Overview
This study aims to support EOL decision-making in patients with advanced COPD and their family members. A parallel two-arm single-blinded randomised controlled trial will be conducted to evaluate the effects of a specific decision support intervention. A total of 226 patients with advanced COPD and their designated family members will be recruited from hospital wards and outpatient clinics.
Description
Chronic Obstructive Pulmonary Disease (COPD) is a progressive life-limiting condition. However, patients with advanced COPD and their family members generally are unprepared for end-of-life (EOL) situations. The Ottawa Decision Support Framework model is adopted to address the patients' decisional needs for the difficult decisions in EOL care. The participants will be randomly allocated to either the intervention group to receive the decision support intervention or the control group to receive general health coaching. Outcomes will be measured at baseline and 1- and 6-month post-allocation. Subsequently, a descriptive qualitative study will be conducted with a subsample of 30 dyads to explore how the intervention influenced the study outcomes.
Eligibility
Inclusion Criteria of patients:
- are aged 50 years or over
- have been diagnosed with COPD
- are cognitively sound (scored > 5 on the validated Abbreviated Mental Test (Hong Kong version) [AMT-HK])
- meet at least two of the six specific clinical indicators related to advanced COPD in the Gold Standards Framework (GSF) Proactive Identification Guidance, 6th Edition
- can nominate a family member who would take part in their healthcare decision- making.

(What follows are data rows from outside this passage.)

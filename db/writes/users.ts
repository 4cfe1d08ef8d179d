import "server-only";
import type { Knex } from "knex";
import { writeAudit } from "@/db/audit";
import { ConflictError, InvalidInputError, NotFoundError, fieldError } from "@/db/errors";
import { newId } from "@/db/ids";
import { getEmailVerificationByTokenHash, toUser, type UserRecord } from "@/db/queries/users";

/** Writes of user accounts. */

type Conn = Knex | Knex.Transaction;

export const EMAIL_TAKEN = "An account with this e-mail address already exists. Sign in instead.";

function isUniqueViolation(e: unknown): boolean {
  return typeof e === "object" && e !== null && "code" in e && String((e as { code: unknown }).code).startsWith("SQLITE_CONSTRAINT_UNIQUE");
}

/**
 * A new account ("user.sign_up"). The caller has normalised the e-mail (lower case) and hashed the
 * password. A taken address (also two sign-ups racing for it: the unique index decides) is a ConflictError on `email`.
 */
export async function signUpUser(
  conn: Conn,
  u: { email: string; name: string; passwordHash: string; detail?: Record<string, unknown>; emailVerified?: boolean },
): Promise<UserRecord> {
  try {
    return await conn.transaction(async (trx) => {
      const now = Date.now();
      // Only the demo seeder passes emailVerified (its invented addresses can receive nothing); sign-up never does.
      const row = {
        id: newId(),
        email: u.email,
        name: u.name,
        password_hash: u.passwordHash,
        created_at: now,
        email_verified_at: u.emailVerified ? now : null,
      };
      await trx("users").insert(row);
      await writeAudit(trx, {
        teamId: null,
        userId: row.id,
        action: "user.sign_up",
        entityType: "user",
        entityId: row.id,
        detail: u.detail,
        at: row.created_at,
      });
      return toUser(row);
    });
  } catch (e) {
    if (isUniqueViolation(e)) throw new ConflictError(EMAIL_TAKEN, fieldError("email", EMAIL_TAKEN));
    throw e;
  }
}

/** Remember a device (a `plateau_device` cookie) after a successful sign-in, or refresh its last use. Keeps a user's 20 latest. */
export async function rememberDevice(conn: Knex, d: { userId: string; tokenHash: string; now?: number }): Promise<void> {
  const now = d.now ?? Date.now();
  await conn.transaction(async (trx) => {
    await trx("known_devices")
      .insert({ token_hash: d.tokenHash, user_id: d.userId, created_at: now, last_used_at: now })
      .onConflict("token_hash")
      .merge(["last_used_at"]);
    const keep = trx("known_devices").where({ user_id: d.userId }).orderBy("last_used_at", "desc").limit(20).select("token_hash");
    await trx("known_devices").where({ user_id: d.userId }).whereNotIn("token_hash", keep).delete();
  });
}

/**
 * A new password for a user who proved the current one ("user.password_change"): stores the hash and ends
 * every other session of the user (`keepSessionId` stays), in one transaction.
 */
export async function changePassword(
  conn: Knex,
  p: { userId: string; passwordHash: string; keepSessionId: string | null },
): Promise<{ endedSessions: number }> {
  return conn.transaction(async (trx) => {
    const updated = await trx("users").where({ id: p.userId }).update({ password_hash: p.passwordHash });
    if (updated !== 1) throw new NotFoundError("User");
    const others = trx("sessions").where({ user_id: p.userId });
    if (p.keepSessionId) others.whereNot({ id: p.keepSessionId });
    const endedSessions = await others.delete();
    await writeAudit(trx, {
      teamId: null,
      userId: p.userId,
      action: "user.password_change",
      entityType: "user",
      entityId: p.userId,
      detail: { endedSessions },
    });
    return { endedSessions };
  });
}

/** A password-reset link was made ("user.password_reset_request"): only the token's SHA-256 is stored. */
export async function createPasswordReset(
  conn: Knex,
  r: { userId: string; tokenHash: string; ttlMs: number; now?: number },
): Promise<{ id: string; expiresAt: number }> {
  const now = r.now ?? Date.now();
  return conn.transaction(async (trx) => {
    const row = { id: newId(), user_id: r.userId, token_hash: r.tokenHash, created_at: now, expires_at: now + r.ttlMs, used_at: null };
    await trx("password_resets").insert(row);
    await writeAudit(trx, { teamId: null, userId: r.userId, action: "user.password_reset_request", entityType: "user", entityId: r.userId, at: now });
    return { id: row.id, expiresAt: row.expires_at };
  });
}

export const RESET_INVALID = "This reset link is not valid, was already used or has expired (links last 1 hour). Ask for a new one.";

/**
 * Use a reset link ("user.password_reset"): in one transaction the token must be unused and unexpired; the
 * password is replaced, this and every other open link of the user are spent, and all the user's sessions
 * and known devices end. A bad, used or expired token is an InvalidInputError on `token` (nothing changes).
 */
export async function resetPassword(conn: Knex, p: { tokenHash: string; passwordHash: string; now?: number }): Promise<{ userId: string }> {
  const now = p.now ?? Date.now();
  return conn.transaction(async (trx) => {
    const r = await trx("password_resets").where({ token_hash: p.tokenHash }).first();
    if (!r || r.used_at !== null || r.expires_at <= now) throw new InvalidInputError(RESET_INVALID, fieldError("token", RESET_INVALID));
    const spent = await trx("password_resets").where({ id: r.id }).whereNull("used_at").update({ used_at: now });
    if (spent !== 1) throw new InvalidInputError(RESET_INVALID, fieldError("token", RESET_INVALID));
    await trx("password_resets").where({ user_id: r.user_id }).whereNull("used_at").update({ used_at: now });
    await trx("users").where({ id: r.user_id }).update({ password_hash: p.passwordHash });
    const endedSessions = await trx("sessions").where({ user_id: r.user_id }).delete();
    await trx("known_devices").where({ user_id: r.user_id }).delete();
    await writeAudit(trx, {
      teamId: null,
      userId: r.user_id,
      action: "user.password_reset",
      entityType: "user",
      entityId: r.user_id,
      detail: { endedSessions },
      at: now,
    });
    return { userId: r.user_id as string };
  });
}

/**
 * Store a new e-mail verification link for the user's current address ("user.verification_send"): only the
 * token's hash. Earlier links stay valid until they expire (each proves the same address).
 */
export async function createEmailVerification(
  conn: Conn,
  p: { userId: string; email: string; tokenHash: string; expiresAt: number; now: number },
): Promise<void> {
  await conn.transaction(async (trx) => {
    const id = newId();
    await trx("email_verifications").insert({
      id,
      user_id: p.userId,
      email: p.email,
      token_hash: p.tokenHash,
      created_at: p.now,
      expires_at: p.expiresAt,
      used_at: null,
    });
    await writeAudit(trx, { teamId: null, userId: p.userId, action: "user.verification_send", entityType: "user", entityId: p.userId, at: p.now });
  });
}

export type VerifyEmailResult =
  | { status: "verified"; userId: string; email: string }
  | { status: "used"; userId: string; email: string }
  | { status: "expired"; userId: string }
  | { status: "invalid" };

/**
 * Use a verification link ("user.verify_email"): marks it used and the account's address verified, in one
 * transaction. A link used before, expired, unknown, or made for an address the account no longer has changes nothing.
 */
export async function verifyEmail(conn: Conn, p: { tokenHash: string; now: number }): Promise<VerifyEmailResult> {
  return conn.transaction(async (trx) => {
    const v = await getEmailVerificationByTokenHash(trx, p.tokenHash);
    if (!v) return { status: "invalid" };
    const user: { email: string } | undefined = await trx("users").where({ id: v.userId }).first("email");
    if (!user || user.email !== v.email) return { status: "invalid" };
    if (v.usedAt !== null) return { status: "used", userId: v.userId, email: v.email };
    if (v.expiresAt <= p.now) return { status: "expired", userId: v.userId };
    const n = await trx("email_verifications").where({ id: v.id }).whereNull("used_at").update({ used_at: p.now });
    if (n !== 1) return { status: "used", userId: v.userId, email: v.email };
    await trx("users").where({ id: v.userId }).whereNull("email_verified_at").update({ email_verified_at: p.now });
    await writeAudit(trx, { teamId: null, userId: v.userId, action: "user.verify_email", entityType: "user", entityId: v.userId, at: p.now });
    return { status: "verified", userId: v.userId, email: v.email };
  });
}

Inclusion Criteria of patients' family members:
- are aged 18 years or over,
- can communicate in Cantonese,
- have at least one personal contact per week with the patient in the past 6 months and
- are willing to join the study. Family members will be excluded if they score < 6 on the AMT-HK or are expecting to leave Hong Kong within the next 6 months.
Exclusion Criteria:
- non-communicable due to a severe hearing impairment, dysphasia or a language barrier;
- are receiving palliative care services or
- have already completed ACP or an advance directive.